Required action –
The data below calls for an exact copy.

Records to use START

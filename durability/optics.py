"""Thin-film and surface optics for the spec check and the witness curves.

Textbook formulas (see shared/reference/computations.md, "Optics"):

- uncoated surface at normal incidence, R = ((n1 - n0)/(n1 + n0))^2;
- non-absorbing slab, incoherent, both surfaces: T = 2n/(n^2 + 1), R = (n - 1)^2/(n^2 + 1);
- Fresnel amplitudes at oblique incidence, total internal reflection included;
- single quarter-wave layer at its design wavelength;
- angle shift of an interference feature, lambda(theta) = lambda0*sqrt(1 - (n0 sin theta/n_eff)^2);
- the characteristic-matrix (transfer-matrix) method for a multilayer, s or p, any angle.

Units: wavelengths and thicknesses in nanometres, angles in degrees, reflectance and
transmittance as fractions (0..1). Complex indices are written N = n + ik with k >= 0 for an
absorbing medium (the sign convention of the reference library tmm). The p amplitude follows
r_p = (n cos(theta_i) - cos(theta_t))/(n cos(theta_i) + cos(theta_t)) as computations.md writes
it, so r_p = -r_s at normal incidence.
"""

from __future__ import annotations

import cmath
import math
from collections.abc import Sequence
from dataclasses import dataclass
from typing import Literal

import numpy as np

from durability.errors import InputError

Polarization = Literal["s", "p"]

#: Beyond this angle the single-effective-index shift formula is only a rough estimate.
SHIFT_FORMULA_GOOD_TO_DEG = 30.0

SHIFT_FORMULA = "lambda(theta) = lambda0 * sqrt(1 - (n0 * sin(theta) / n_eff)^2)"
SHIFT_CAUTION = (
    "the single-effective-index shift formula is good to about 30°; "
    "beyond that treat the shift as a rough estimate"
)


def _real(value: object, field: str) -> float:
    if isinstance(value, bool) or not isinstance(value, int | float):
        raise InputError(f"{field}: expected a number, got {value!r}")
    result = float(value)
    if not math.isfinite(result):
        raise InputError(f"{field}: expected a finite number, got {value!r}")
    return result


def _positive(value: object, field: str) -> float:
    result = _real(value, field)
    if result <= 0:
        raise InputError(f"{field}: must be greater than 0, got {result:g}")
    return result
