"""Reads for chamber runs: conditions, what a method asks of an exposure, run pages, plots.

`exposure_counts_for(run)` is the answer the verdict code uses: the latest exposure check
of the run counts or not (None when the run has no check yet).
"""

from __future__ import annotations

import datetime
import math
from collections.abc import Mapping
from dataclasses import dataclass, field
from typing import Any

from django.core.exceptions import ValidationError
from django.db.models import Q
from django.utils import timezone

from durability.dewpoint import dew_point
from durability.durations import CHAMBER_KINDS
from durability.errors import InputError
from durability.exposure.verify import DurationRule, ExposureCondition, SevereSide
from durability.models import Instrument, MethodKind, MethodVersion
from durability.safety import cautions_for
from durability.services import version_as_entry
from labrecords.access import customer_filter
from labrecords.models import (
    ChamberRun,
    ChamberRunPiece,
    Evidence,
    EvidenceKind,
    ExposureCheck,
    PlanStep,
)
from labrecords.selectors_progress import PieceProgress, current_assignments, progress_for

# Below this set point a temperature exposure is a cold test: the lower side is the harder
# one (common practice: laboratory ambient is about 23 °C).
COLD_TEST_BELOW_C = 23.0

# The ISO 9022 start rule (shared/reference/test-methods.md [pub]) as the catalogue words it.
_STABLE_START_MARK = "3 K"


# ---------------------------------------------------------------- conditions


def _value(parameters: Mapping[str, Any], name: str) -> float | None:
    spec = parameters.get(name)
    value = spec.get("value") if isinstance(spec, Mapping) else spec
    if value is None or value == "":
        return None
    try:
        number = float(value)
    except (TypeError, ValueError):
        return None
    return number if math.isfinite(number) else None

Records to use END

Exercise output –
filename durability/optics.py
"""Thin-film and surface optics for the spec check and the witness curves.

Textbook formulas (see shared/reference/computations.md, "Optics"):

- uncoated surface at normal incidence, R = ((n1 - n0)/(n1 + n0))^2;
- non-absorbing slab, incoherent, both surfaces: T = 2n/(n^2 + 1), R = (n - 1)^2/(n^2 + 1);
- Fresnel amplitudes at oblique incidence, total internal reflection included;
- single quarter-wave layer at its design wavelength;
- angle shift of an interference feature, lambda(theta) = lambda0*sqrt(1 - (n0 sin theta/n_eff)^2);
- the characteristic-matrix (transfer-matrix) method for a multilayer, s or p, any angle.

Units: wavelengths and thicknesses in nanometres, angles in degrees, reflectance and
transmittance as fractions (0..1). Complex indices are written N = n + ik with k >= 0 for an
absorbing medium (the sign convention of the reference library tmm). The p amplitude follows
r_p = (n cos(theta_i) - cos(theta_t))/(n cos(theta_i) + cos(theta_t)) as computations.md writes
it, so r_p = -r_s at normal incidence.
"""

from __future__ import annotations

import cmath
import math
from collections.abc import Sequence
from dataclasses import dataclass
from typing import Literal

import numpy as np

from durability.errors import InputError

Polarization = Literal["s", "p"]

#: Beyond this angle the single-effective-index shift formula is only a rough estimate.
SHIFT_FORMULA_GOOD_TO_DEG = 30.0

SHIFT_FORMULA = "lambda(theta) = lambda0 * sqrt(1 - (n0 * sin(theta) / n_eff)^2)"
SHIFT_CAUTION = (
    "the single-effective-index shift formula is good to about 30°; "
    "beyond that treat the shift as a rough estimate"
)


def _real(value: object, field: str) -> float:
    if isinstance(value, bool) or not isinstance(value, int | float):
        raise InputError(f"{field}: expected a number, got {value!r}")
    result = float(value)
    if not math.isfinite(result):
        raise InputError(f"{field}: expected a finite number, got {value!r}")
    return result


def _positive(value: object, field: str) -> float:
    result = _real(value, field)
    if result <= 0:
        raise InputError(f"{field}: must be greater than 0, got {result:g}")
    return result
"""Reads for chamber runs: conditions, what a method asks of an exposure, run pages, plots.

`exposure_counts_for(run)` is the answer the verdict code uses: the latest exposure check
of the run counts or not (None when the run has no check yet).
"""

from __future__ import annotations

import datetime
import math
from collections.abc import Mapping
from dataclasses import dataclass, field
from typing import Any

from django.core.exceptions import ValidationError
from django.db.models import Q
from django.utils import timezone

from durability.dewpoint import dew_point
from durability.durations import CHAMBER_KINDS
from durability.errors import InputError
from durability.exposure.verify import DurationRule, ExposureCondition, SevereSide
from durability.models import Instrument, MethodKind, MethodVersion
from durability.safety import cautions_for
from durability.services import version_as_entry
from labrecords.access import customer_filter
from labrecords.models import (
    ChamberRun,
    ChamberRunPiece,
    Evidence,
    EvidenceKind,
    ExposureCheck,
    PlanStep,
)
from labrecords.selectors_progress import PieceProgress, current_assignments, progress_for

# Below this set point a temperature exposure is a cold test: the lower side is the harder
# one (common practice: laboratory ambient is about 23 °C).
COLD_TEST_BELOW_C = 23.0

# The ISO 9022 start rule (shared/reference/test-methods.md [pub]) as the catalogue words it.
_STABLE_START_MARK = "3 K"


# ---------------------------------------------------------------- conditions


def _value(parameters: Mapping[str, Any], name: str) -> float | None:
    spec = parameters.get(name)
    value = spec.get("value") if isinstance(spec, Mapping) else spec
    if value is None or value == "":
        return None
    try:
        number = float(value)
    except (TypeError, ValueError):
        return None
    return number if math.isfinite(number) else None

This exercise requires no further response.